EXERCISE OBJECTIVE: Could you copy exactly the lines from the one containing "return buf.getvalue()" through the last line of the records below, and nothing else?

MATERIAL PROVIDED:
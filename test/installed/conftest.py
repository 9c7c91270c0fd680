# Copyright 2026 The helpaware_node authors
#
# Licensed under the Apache License, Version 2.0 (the "License");
# you may not use this file except in compliance with the License.
# You may obtain a copy of the License at
#
#     http://www.apache.org/licenses/LICENSE-2.0
#
# Unless required by applicable law or agreed to in writing, software
# distributed under the License is distributed on an "AS IS" BASIS,
# WITHOUT WARRANTIES OR CONDITIONS OF ANY KIND, either express or implied.
# See the License for the specific language governing permissions and
# limitations under the License.

"""Session fixtures: the package built with colcon once per run, and an ament install.

See installs.py for what they build and why.
"""
import os

from installs import colcon_command, copy_source, hand_built_prefix, Install, PACKAGE, run_colcon
import pytest


@pytest.fixture(scope="session")
def colcon_builds(tmp_path_factory) -> dict:
    if colcon_command() is None:
        pytest.skip("colcon is not installed here (requirements.txt lists colcon-core, "
                    "colcon-ros, colcon-package-selection, colcon-bash; `make test` installs "
                    "them): the colcon build is not tested")
    workspace = str(tmp_path_factory.mktemp("colcon_ws"))
    copy_source(os.path.join(workspace, "src", PACKAGE))
    return {variant: run_colcon(workspace, variant) for variant in ("plain", "symlink")}


@pytest.fixture(scope="session")
def ament_install(request, tmp_path_factory) -> Install:
    if colcon_command() is not None:
        plain = request.getfixturevalue("colcon_builds")["plain"]
        if plain.install is not None:
            return plain.install
    return hand_built_prefix(str(tmp_path_factory.mktemp("ament_prefix") / "install"))
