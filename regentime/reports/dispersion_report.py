"""The DISPERSION section of the text plan: fs², fs³ per element, per round trip, at the switch-out."""

from __future__ import annotations


def dispersion_lines(plan) -> list[str]:
    d = plan.dispersion
    if d is None:
        return []
    lines = [f"  at {d.wavelength_m * 1e9:.1f} nm; elements per single pass, crossed twice per round trip"]
    for e in d.elements:
        if e.gdd_s2:
            lines.append(f"  {e.name:<12} {e.material:<14} {e.length_m * 1e3:8.1f} mm "
                         f"{e.gdd_s2 * 1e30:10.0f} fs²  {e.tod_s3 * 1e45:9.0f} fs³")
    rt = d.per_round_trip
    lines.append(f"  per round trip: {rt.gdd * 1e30:,.0f} fs², {rt.tod * 1e45:,.0f} fs³")
    for k, x in d.by_round_trip():
        mark = "  <- switch-out" if k == d.dump_round_trip else ""
        lines.append(f"  after {k:3d} round trips + exit pass: {x.gdd * 1e30:12,.0f} fs² "
                     f"{x.tod * 1e45:12,.0f} fs³{mark}")
    return lines
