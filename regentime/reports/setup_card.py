"""The printable setup card: the plan on one page, as plain text or Markdown (and CSV table).

Formatting only; every number comes from the plan (:func:`regentime.planning.plan.make_plan`).
Layout (our own): heading with cavity, file, content hash and date; the key numbers; the
delay-generator table with one note line per output; the switching windows and margins;
the high-voltage tolerance; key assumptions; checks; contrast summary; the safety caution.
"""

from __future__ import annotations

import datetime as _dt
import math
from typing import Optional

from regentime.reports.tables import csv_table, eng, md_table, text_table

_DRIVES = {"pump": "pump laser", "switch_on": "cell switch-on", "switch_off": "cell switch-off",
           "gate": "cell gate", "scope": "scope trigger", "cleaner": "cleaner cell"}


def _ns(x: Optional[float]) -> str:
    if x is None or (isinstance(x, float) and math.isnan(x)):
        return "—"
    return f"{x * 1e9:.3f} ns"


def _pct(x: float) -> str:
    return f"{x * 100:.2f} %"


def _sigma(x: float) -> str:
    return "∞ σ (no jitter given)" if math.isinf(x) else f"{x:.1f} σ"


def _source_line(plan) -> str:
    cav = plan.cavity
    src = cav.source or "built-in demo cavity (invented scenario)"
    h = f", content hash {cav.content_hash}" if cav.content_hash else ""
    return f"{src}{h}"


def _when(when: Optional[_dt.datetime]) -> str:
    return (when or _dt.datetime.now()).strftime("%Y-%m-%d %H:%M")


def key_lines(plan) -> list[str]:
    b = plan.buildup
    sp = plan.switching
    lines = [
        f"round trip T_rt {_ns(plan.round_trip_time)} (optical path {plan.optics.optical_path:.4f} m one way)",
        f"switch out after round trip {b.dump_round_trip} ({b.rule}); output {eng(b.output_energy, 'J')}, "
        f"extraction {b.extraction_efficiency:.1%}",
    ]
    if b.continuous and b.period != 1:
        lines.append(_alternation(b))
    if sp is not None:
        lines.append(f"seed pulse #{sp.seed_pulse_index}: reaches the polarizer {_ns(sp.seed_time)} after the "
                     f"trigger input (arrival {_ns(plan.cavity.seed.arrival)} + {sp.seed_pulse_index} × "
                     f"{_ns(1.0 / plan.cavity.seed.train_rate)})")
    return lines


def _alternation(b) -> str:
    """The not-period-1 output in words: the shots alternate between the cycle's energies."""
    e = b.output_energies
    kind = "irregularly, " if b.period == 0 else (f"period {b.period}, " if b.period > 2 else "")
    cycle = (f"; one cycle: {', '.join(eng(x, 'J') for x in e)}" if b.period > 2 else "")
    return (f"shot to shot the output alternates between {eng(float(e.max()), 'J')} and "
            f"{eng(float(e.min()), 'J')} ({kind}mean {eng(b.output_energy, 'J')}{cycle})")


def table_rows(plan) -> list[list[str]]:
    rows = []
    for r in plan.timing.rows:
        rows.append([r.output, _DRIVES.get(r.drives, r.drives), _ns(r.delay),
                     _ns(r.width) if r.width is not None else "—", _ns(r.event),
                     "CANNOT BE MET" if r.problem else "ok"])
    return rows


TABLE_HEAD = ["output", "drives", "delay", "width", "event at", "status"]  # public: the TUI shows the same table


def window_lines(plan) -> list[str]:
    sp = plan.switching
    n = sp.dump_round_trip
    out = []
    for label, w, e, gap in (("switch-on ", sp.on_window, sp.on_edge, sp.on_gap),
                             ("switch-off", sp.off_window, sp.off_edge, sp.off_gap)):
        if w is None:
            out.append(f"{label}: NO WINDOW between the crossings at {_ns(gap[0])} and {_ns(gap[1])}; "
                       f"edge placed mid-gap at {_ns(e)}")
        else:
            half = 0.5 * (w[1] - w[0])
            sig = _sigma(half / sp.jitter) if sp.jitter > 0 else _sigma(math.inf)
            out.append(f"{label}: {_ns(w[0])} … {_ns(w[1])} (width {_ns(w[1] - w[0])}); edge {_ns(e)}; "
                       f"margin ±{_ns(half)} = {sig}")
    rule = "(N−1)·T_rt" if sp.scheme == "quarter-wave" else "N·T_rt"
    k = n - 1 if sp.scheme == "quarter-wave" else n
    out.append(f"gate width {_ns(sp.gate_width)} = {k} × T_rt ({sp.scheme} scheme: {rule}, N = {n})")
    out.append(f"margin (half the narrower window) ±{_ns(sp.margin)} = {_sigma(sp.margin_sigma)} of "
               f"{sp.jitter * 1e12:.0f} ps rms jitter")
    out.append(f"at the recommended edges: trapped {_pct(sp.trapped_share)}, ejected {_pct(sp.ejected_share)} "
               f"(1 = perfect optics); leak per return while trapped {sp.leak_per_return:.3g}")
    return out


def tolerance_rows(plan) -> list[list[str]]:
    return [[f"{r.error * 100:+.0f} %" if r.error else "0 % (as set)", _pct(r.trapped_share), f"{r.leak_per_round_trip * 100:.3f} %",
             _pct(r.ejected_share), _pct(r.overall)] for r in plan.switching.voltage_tolerance]


_TOL_HEAD = ["HV error", "trapped", "leak per round trip", "ejected", "overall"]


def check_lines(plan) -> list[str]:
    mark = {"error": "ERROR", "warning": "warning", "info": "note"}
    return [f"{mark.get(c.level, c.level)} [{c.name}]: {c.message}" for c in plan.checks
            if c.level in ("error", "warning")]


def contrast_lines(plan) -> list[str]:
    if getattr(plan, "contrast", None) is None:
        return []
    try:
        from regentime.reports.contrast_report import contrast_summary_lines
    except ImportError:
        return []
    return list(contrast_summary_lines(plan))


def _caution() -> str:
    from regentime.planning.plan import CAUTION

    return CAUTION


def _assumptions(plan) -> list[str]:
    cav = plan.cavity
    out = list(plan.switching.assumptions) if plan.switching is not None else []
    out.append("time zero = the delay generator's trigger input; delay = event − device latency − "
               "cable length/(velocity factor · c)")
    if cav.generator.resolution:
        out.append(f"delays rounded to the generator step of {cav.generator.resolution * 1e12:.4g} ps")
    if cav.pump.mode == "pulsed":
        out.append(f"pump light leads the seed pulse by {cav.pump.lead * 1e9:.4g} ns "
                   f"(pump latency {_ns(cav.pump.latency)})")
    else:
        out.append("continuous pump: no pump channel")
    return out


def _wrap(text: str, first: str = "  ", width: int = 100) -> list[str]:
    import textwrap

    return textwrap.wrap(text, width=width, initial_indent=first,
                         subsequent_indent=" " * max(len(first), 2) + "  ", break_on_hyphens=False)


def setup_card_text(plan, when: Optional[_dt.datetime] = None) -> str:
    """The setup card as aligned plain text (fits one printed page for a normal plan)."""
    cav = plan.cavity
    title = f"REGENTIME SETUP CARD — {cav.name}"
    lines = [title, "=" * len(title), f"file: {_source_line(plan)}", f"planned: {_when(when)}", ""]
    lines += key_lines(plan)
    if plan.timing is not None:
        res = cav.generator.resolution
        lines += ["", "DELAY GENERATOR (time zero = trigger input" +
                  (f"; rounded to {res * 1e12:.4g} ps)" if res else ")"),
                  text_table(TABLE_HEAD, table_rows(plan), align="llrrrl"), ""]
        for r in plan.timing.rows:
            lines += _wrap(f"{r.output}: {r.note}")
            if r.problem:
                lines += _wrap(f"{r.output}: CANNOT BE MET: {r.problem}")
    if plan.switching is not None:
        lines += ["", "SWITCHING WINDOWS (50 % points of the high-voltage edge at the cell)"]
        lines += [w for x in window_lines(plan) for w in _wrap(x)]
        lines += ["", "HIGH-VOLTAGE TOLERANCE (shares at the recommended edges)",
                  text_table(_TOL_HEAD, tolerance_rows(plan))]
    lines += ["", "KEY ASSUMPTIONS"] + [w for a in _assumptions(plan) for w in _wrap(a, "  - ")]
    checks = check_lines(plan)
    lines += ["", "CHECKS"] + ([w for c in checks for w in _wrap(c)] or ["  no warnings or errors"])
    contrast = contrast_lines(plan)
    if contrast:
        lines += ["", "CONTRAST"] + [w for c in contrast for w in _wrap(c)]
    if plan.cannot_be_met:
        lines += ["", "THIS PLAN CANNOT BE MET AS IT STANDS: see the errors above."]
    lines += [""] + _wrap(_caution(), "")
    return "\n".join(lines) + "\n"


def setup_card_md(plan, when: Optional[_dt.datetime] = None) -> str:
    """The setup card as Markdown."""
    cav = plan.cavity
    lines = [f"# Setup card — {cav.name}", "", f"- file: `{_source_line(plan)}`", f"- planned: {_when(when)}"]
    lines += [f"- {x}" for x in key_lines(plan)]
    if plan.timing is not None:
        res = cav.generator.resolution
        lines += ["", "## Delay generator", "",
                  "Time zero = the generator's trigger input" +
                  (f"; delays rounded to {res * 1e12:.4g} ps." if res else "."), "",
                  md_table(TABLE_HEAD, table_rows(plan), align="llrrrl"), ""]
        for r in plan.timing.rows:
            lines.append(f"- **{r.output}**: {r.note}" + (f" — **cannot be met: {r.problem}**" if r.problem else ""))
    if plan.switching is not None:
        lines += ["", "## Switching windows", "", "50 % points of the high-voltage edge at the cell.", ""]
        lines += [f"- {x}" for x in window_lines(plan)]
        lines += ["", "## High-voltage tolerance", "", md_table(_TOL_HEAD, tolerance_rows(plan))]
    lines += ["", "## Key assumptions", ""] + [f"- {a}" for a in _assumptions(plan)]
    checks = check_lines(plan)
    lines += ["", "## Checks", ""] + ([f"- {c}" for c in checks] or ["- no warnings or errors"])
    contrast = contrast_lines(plan)
    if contrast:
        lines += ["", "## Contrast", ""] + [f"- {c}" for c in contrast]
    if plan.cannot_be_met:
        lines += ["", "**This plan cannot be met as it stands: see the errors above.**"]
    lines += ["", f"> {_caution()}"]
    return "\n".join(lines) + "\n"


def timing_csv(plan) -> str:
    """The generator table as CSV (SI seconds)."""
    head = ["output", "drives", "delay_s", "width_s", "event_s", "latency_s", "cable_delay_s",
            "rounding_s", "problem", "note"]
    rows = [[r.output, r.drives, r.delay, r.width, r.event, r.latency, r.cable_delay, r.rounding,
             r.problem or "", r.note] for r in (plan.timing.rows if plan.timing else [])]
    return csv_table(head, rows)
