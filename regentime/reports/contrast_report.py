"""Contrast of a plan as text, Markdown, CSV and JSON, and the summary lines of the setup card.

Formatting only: the numbers come from :class:`regentime.planning.contrast.ContrastResult`.
Text and Markdown list the satellites within ±span of the main pulse (and say how many weaker
pre-pulses further out are left out); CSV and JSON list all of them.
"""

from __future__ import annotations

import json
import math
from typing import Optional

from regentime.numfmt import eng
from regentime.reports.tables import csv_table, md_table, text_table

_KIND = {"pre": "pre-pulse (leak)", "post": "post-pulse", "seed": "seed leak"}


def _ratio(r: float) -> str:
    if r is None or (isinstance(r, float) and math.isnan(r)):
        return "—"
    if math.isinf(r):
        return "∞"
    return f"{r:.3g}"


def _db(r: float) -> str:
    if r is None or math.isinf(r) or r <= 0:
        return "∞" if r is not None and math.isinf(r) else "—"
    return f"{10 * math.log10(r):.1f}"


def _caution() -> str:
    from regentime.safety import CAUTION

    return CAUTION


def contrast_summary_lines(plan) -> list[str]:
    """A few lines for the setup card: nearest/worst pre-pulse, worst post-pulse, cleaner."""
    c = plan.contrast
    s = c.summary
    lines = [
        f"nearest pre-pulse (−{eng(c.round_trip_time, 's')}): {_ratio(s.nearest_pre_ratio)} "
        f"({_db(s.nearest_pre_ratio)} dB); worst pre-pulse {_ratio(s.worst_pre_ratio)} "
        f"({_db(s.worst_pre_ratio)} dB)",
        f"worst post-pulse {_ratio(s.worst_post_ratio)} ({_db(s.worst_post_ratio)} dB); worst seed leak "
        f"{_ratio(s.worst_seed_ratio)}; satellites within ±{eng(s.span, 's')}: {eng(s.energy_within, 'J')} "
        f"(ratio {_ratio(s.energy_within_ratio)})",
    ]
    if c.cleaned is not None:
        k = c.cleaned.summary
        lines.append(f"after the cleaner: nearest pre-pulse {_ratio(k.nearest_pre_ratio)}, worst pre-pulse "
                     f"{_ratio(k.worst_pre_ratio)}, worst post-pulse {_ratio(k.worst_post_ratio)}"
                     + ("" if c.cleaned.fits else " (cleaner edge does not fit in one round trip)"))
    return lines


def _rows(c, everything: bool):
    """Satellite rows (sorted by time) and the number of satellites left out."""
    cleaned = {}
    if c.cleaned is not None:
        for s in c.cleaned.pre_pulses + c.cleaned.post_pulses + c.cleaned.seed_leak:
            cleaned[(s.kind, s.index)] = s
    rows, hidden = [], 0
    for s in c.satellites:
        if not everything and abs(s.time) > c.summary.span * (1 + 1e-12):
            hidden += 1
            continue
        rows.append((s, cleaned.get((s.kind, s.index))))
    return rows, hidden


def _summary_rows(c):
    s = c.summary
    rows = [("nearest pre-pulse (−T_rt)", s.nearest_pre_ratio), ("worst pre-pulse", s.worst_pre_ratio),
            ("worst post-pulse", s.worst_post_ratio), ("worst seed leak", s.worst_seed_ratio),
            (f"all satellites within ±{eng(s.span, 's')}", s.energy_within_ratio)]
    after = c.cleaned.summary if c.cleaned is not None else None
    if after is None:
        return ["", "ratio E_main/E", "dB"], [(name, _ratio(r), _db(r)) for name, r in rows]
    after_vals = [after.nearest_pre_ratio, after.worst_pre_ratio, after.worst_post_ratio, after.worst_seed_ratio,
                  after.energy_within_ratio]
    return (["", "ratio E_main/E", "dB", "after cleaner", "dB after"],
            [(name, _ratio(r), _db(r), _ratio(a), _db(a)) for (name, r), a in zip(rows, after_vals)])


def _header_lines(plan, c) -> list[str]:
    cav = plan.cavity
    pol, cell = plan.optics.polarizer, plan.optics.cell
    lines = [
        f"main pulse: {eng(c.main_energy, 'J')} at the output port, {eng(c.main_time, 's')} after the trigger "
        f"(switched out after N = {c.dump_round_trip} round trips of {eng(c.round_trip_time, 's')})",
        f"leak per return ℓ = {c.leak_per_return:.3g} (polarizer extinction ratio {pol.extinction_ratio:g}, "
        f"R_s {pol.reflection_s * 100:.4g} %, cell contrast {cell.contrast:g}, {cav.switch.scheme} scheme)",
        f"left in the cavity by the switch-out: {c.left_in_cavity:.3g} of the pulse; with the cell off "
        f"{c.post_out:.3g} of it leaves per return, {c.post_keep:.3g} stays",
    ]
    return lines + [f"note: {n}" for n in c.notes]


def _ns(t: float) -> str:
    return eng(t, "s", fixed_prefix="n", digits=3)


def _cleaner_lines(plan, c) -> list[str]:
    k = c.cleaned
    if k is None:
        return []
    cl = plan.cavity.cleaner
    return [
        f"cleaner ({cl.output}): gate {eng(k.width, 's')} wide, 50 % edges at {_ns(k.open_edge)} and "
        f"{_ns(k.close_edge)} after the trigger at the cleaner cell; generator delay {_ns(k.delay)}",
        f"  extinction ratio {k.extinction_ratio:g}, open transmission {k.transmission * 100:.3g} %, "
        f"main pulse after it {eng(k.main_energy, 'J')}; free time beside each edge {eng(k.margin, 's')}"
        + ("" if k.fits else "  — THE EDGE DOES NOT FIT in one round trip around the main pulse"),
    ]


def _target_lines(answers) -> list[str]:
    out = []
    for a in answers or ():
        what = "nearest pre-pulse" if a.which == "nearest" else "worst pre-pulse"
        head = f"target {what} ratio {a.target:.3g}: now {_ratio(a.now)}" + (" (met)" if a.met else "")
        er = "not reachable with this cell contrast (best " + _ratio(a.limit_by_contrast) + ")" \
            if a.extinction_needed is None else f"{a.extinction_needed:.3g}"
        ct = "not reachable with this polarizer (best " + _ratio(a.limit_by_extinction) + ")" \
            if a.contrast_needed is None else f"{a.contrast_needed:.3g}"
        out += [head,
                f"  polarizer extinction ratio needed (cell contrast {a.contrast_now:g} held): {er}",
                f"  cell contrast needed (extinction ratio {a.extinction_now:g} held): {ct}"]
        if a.both_factor is not None:
            out.append(f"  or both improved by ×{a.both_factor:.3g}: extinction ratio "
                       f"{a.extinction_now * a.both_factor:.3g}, cell contrast {a.contrast_now * a.both_factor:.3g}")
    return out


def format_text(plan, targets=None, markdown: bool = False, everything: bool = False) -> str:
    """Human-readable contrast report (aligned text, or Markdown with ``markdown=True``)."""
    c = plan.contrast
    table = md_table if markdown else text_table
    title = f"Contrast — {plan.cavity.name}"
    out = [f"# {title}" if markdown else title, ""]
    head = _header_lines(plan, c)
    out += ([f"- {h}" for h in head] if markdown else head) + [""]
    h, r = _summary_rows(c)
    out += ["## Summary" if markdown else "Summary", "", table(h, r), ""]
    cl = _cleaner_lines(plan, c)
    if cl:
        out += (["## Cleaner", ""] + [f"- {x.strip()}" for x in cl] if markdown else cl) + [""]
    tl = _target_lines(targets)
    if tl:
        out += (["## Target", ""] + [f"- {x.strip()}" for x in tl] if markdown else tl) + [""]
    rows, hidden = _rows(c, everything)
    headers = ["satellite", "#", "time from main", "from trigger", "energy", "ratio", "dB"]
    if c.cleaned is not None:
        headers += ["after cleaner", "dB after"]
    body = []
    for s, k in rows:
        row = [_KIND[s.kind], s.index, eng(s.time, "s", fixed_prefix="n", digits=3),
               eng(s.time_from_trigger, "s", fixed_prefix="n", digits=3), eng(s.energy, "J", digits=3),
               _ratio(s.ratio), _db(s.ratio)]
        if c.cleaned is not None:
            row += [_ratio(k.ratio) if k else "—", _db(k.ratio) if k else "—"]
        body.append(row)
    out += ["## Satellites" if markdown else f"Satellites within ±{eng(c.summary.span, 's')} of the main pulse",
            ""]
    if markdown:
        out += [f"Within ±{eng(c.summary.span, 's')} of the main pulse; ratio = E_main/E.", ""]
    out.append(table(headers, body, align="lrrrrrr" + ("rr" if c.cleaned is not None else "")))
    if hidden:
        out += ["", f"{hidden} more satellites (earlier leak pre-pulses, weaker) are outside the span; "
                    "--format csv or json lists them all, --span widens the window."]
    notes = [x for x in c.checks if x.level != "info"]
    if notes:
        out += [""] + [f"{x.level}: {x.message}" for x in notes]
    out += ["", _caution()]
    return "\n".join(out) + "\n"


def format_csv(plan) -> str:
    """Every satellite, one row each, SI units (with the cleaned values when there is a cleaner)."""
    c = plan.contrast
    rows, _ = _rows(c, everything=True)
    headers = ["kind", "index", "time_s", "time_from_trigger_s", "energy_J", "ratio", "dB", "note"]
    if c.cleaned is not None:
        headers += ["cleaned_energy_J", "cleaned_ratio"]
    body = []
    for s, k in rows:
        row = [s.kind, s.index, s.time, s.time_from_trigger, s.energy, _num(s.ratio), _num(s.db), s.note]
        if c.cleaned is not None:
            row += [k.energy if k else "", _num(k.ratio) if k else ""]
        body.append(row)
    return csv_table(headers, body)


def _num(x: float):
    return x if math.isfinite(x) else "inf"


def to_dict(plan, targets=None) -> dict:
    """JSON object of ``regentime contrast`` (the plan's ``contrast`` object plus context)."""
    from regentime.safety import CAUTION

    c = plan.contrast
    out = {"name": plan.cavity.name, "source": plan.cavity.source, "round_trip_time_s": c.round_trip_time,
           "dump_round_trip": c.dump_round_trip, "contrast": c.to_dict(),
           "checks": [x.to_dict() for x in c.checks]}
    if targets:
        out["target"] = [a.to_dict() for a in targets]
    out["cautions"] = [CAUTION]
    return _clean(out)


def _clean(x):
    if isinstance(x, dict):
        return {k: _clean(v) for k, v in x.items()}
    if isinstance(x, (list, tuple)):
        return [_clean(v) for v in x]
    if isinstance(x, float) and not math.isfinite(x):
        return None
    return x


def format_json(plan, targets=None) -> str:
    return json.dumps(to_dict(plan, targets), indent=2, ensure_ascii=False)


def render(plan, fmt: str, targets: Optional[list] = None) -> str:
    if fmt == "json":
        return format_json(plan, targets)
    if fmt == "csv":
        return format_csv(plan)
    return format_text(plan, targets, markdown=(fmt == "md"))


def plot_png(plan, dpi: int = 120) -> bytes:
    """Stem plot of the satellites (E/E_main, log scale) against time from the main pulse.

    One panel, or two (before and after the cleaner) when the file has a cleaner.  Returns
    the PNG bytes (the caller writes them).  matplotlib is imported here, with the Agg backend.
    """
    import io

    import matplotlib

    matplotlib.use("Agg")
    import matplotlib.pyplot as plt

    c = plan.contrast
    panels = [("as switched out", c.pre_pulses, c.post_pulses, c.seed_leak, c.main_energy)]
    if c.cleaned is not None:
        k = c.cleaned
        panels.append(("after the cleaner", k.pre_pulses, k.post_pulses, k.seed_leak, k.main_energy))
    fig, axes = plt.subplots(len(panels), 1, figsize=(10.5, 3.4 * len(panels) + 0.6), sharex=True, squeeze=False)
    span = c.summary.span
    styles = {"pre": ("tab:red", "o", "leak pre-pulses"), "post": ("tab:blue", "s", "post-pulses"),
              "seed": ("tab:green", "^", "seed leakage")}
    floor = 1e-12
    for ax, (title, pre, post, seed, main) in zip(axes[:, 0], panels):
        for kind, sats in (("pre", pre), ("post", post), ("seed", seed)):
            pts = [(s.time * 1e9, max(s.energy / main, floor)) for s in sats if abs(s.time) <= span * 1.0001]
            if not pts:
                continue
            x, y = zip(*pts)
            color, marker, label = styles[kind]
            ax.vlines(x, floor, y, colors=color, linewidth=1.0)
            ax.plot(x, y, linestyle="none", marker=marker, color=color, label=label, markersize=4)
        ax.vlines([0.0], floor, 1.0, colors="black", linewidth=1.6)
        ax.plot([0.0], [1.0], marker="D", color="black", linestyle="none", label="main pulse")
        if c.cleaned is not None and title.startswith("after"):
            half = 0.5 * c.cleaned.width * 1e9  # the gate is centred on the main pulse
            ax.axvspan(-half, half, color="0.9", zorder=0, label="cleaner gate (50 %)")
        ax.set_yscale("log")
        ax.set_ylim(floor, 3.0)
        ax.set_ylabel("E / E_main")
        ax.set_title(f"{plan.cavity.name}: satellites {title}", fontsize=10)
        ax.grid(True, which="major", alpha=0.3)
        ax.legend(fontsize=8, loc="upper left", bbox_to_anchor=(1.01, 1.0), borderaxespad=0.0)
    axes[-1, 0].set_xlabel("time from the main pulse (ns)")
    from regentime.safety import CAUTION_SHORT

    fig.text(0.01, 0.005, CAUTION_SHORT, fontsize=6.5, wrap=True)
    fig.tight_layout(rect=(0, 0.04, 1, 1))
    buf = io.BytesIO()
    fig.savefig(buf, format="png", dpi=dpi)
    plt.close(fig)
    return buf.getvalue()


__all__ = ["contrast_summary_lines", "format_csv", "format_json", "format_text", "plot_png", "render", "to_dict"]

TASK SOLUTION:
    return buf.getvalue()


__all__ = ["contrast_summary_lines", "format_csv", "format_json", "format_text", "plot_png", "render", "to_dict"]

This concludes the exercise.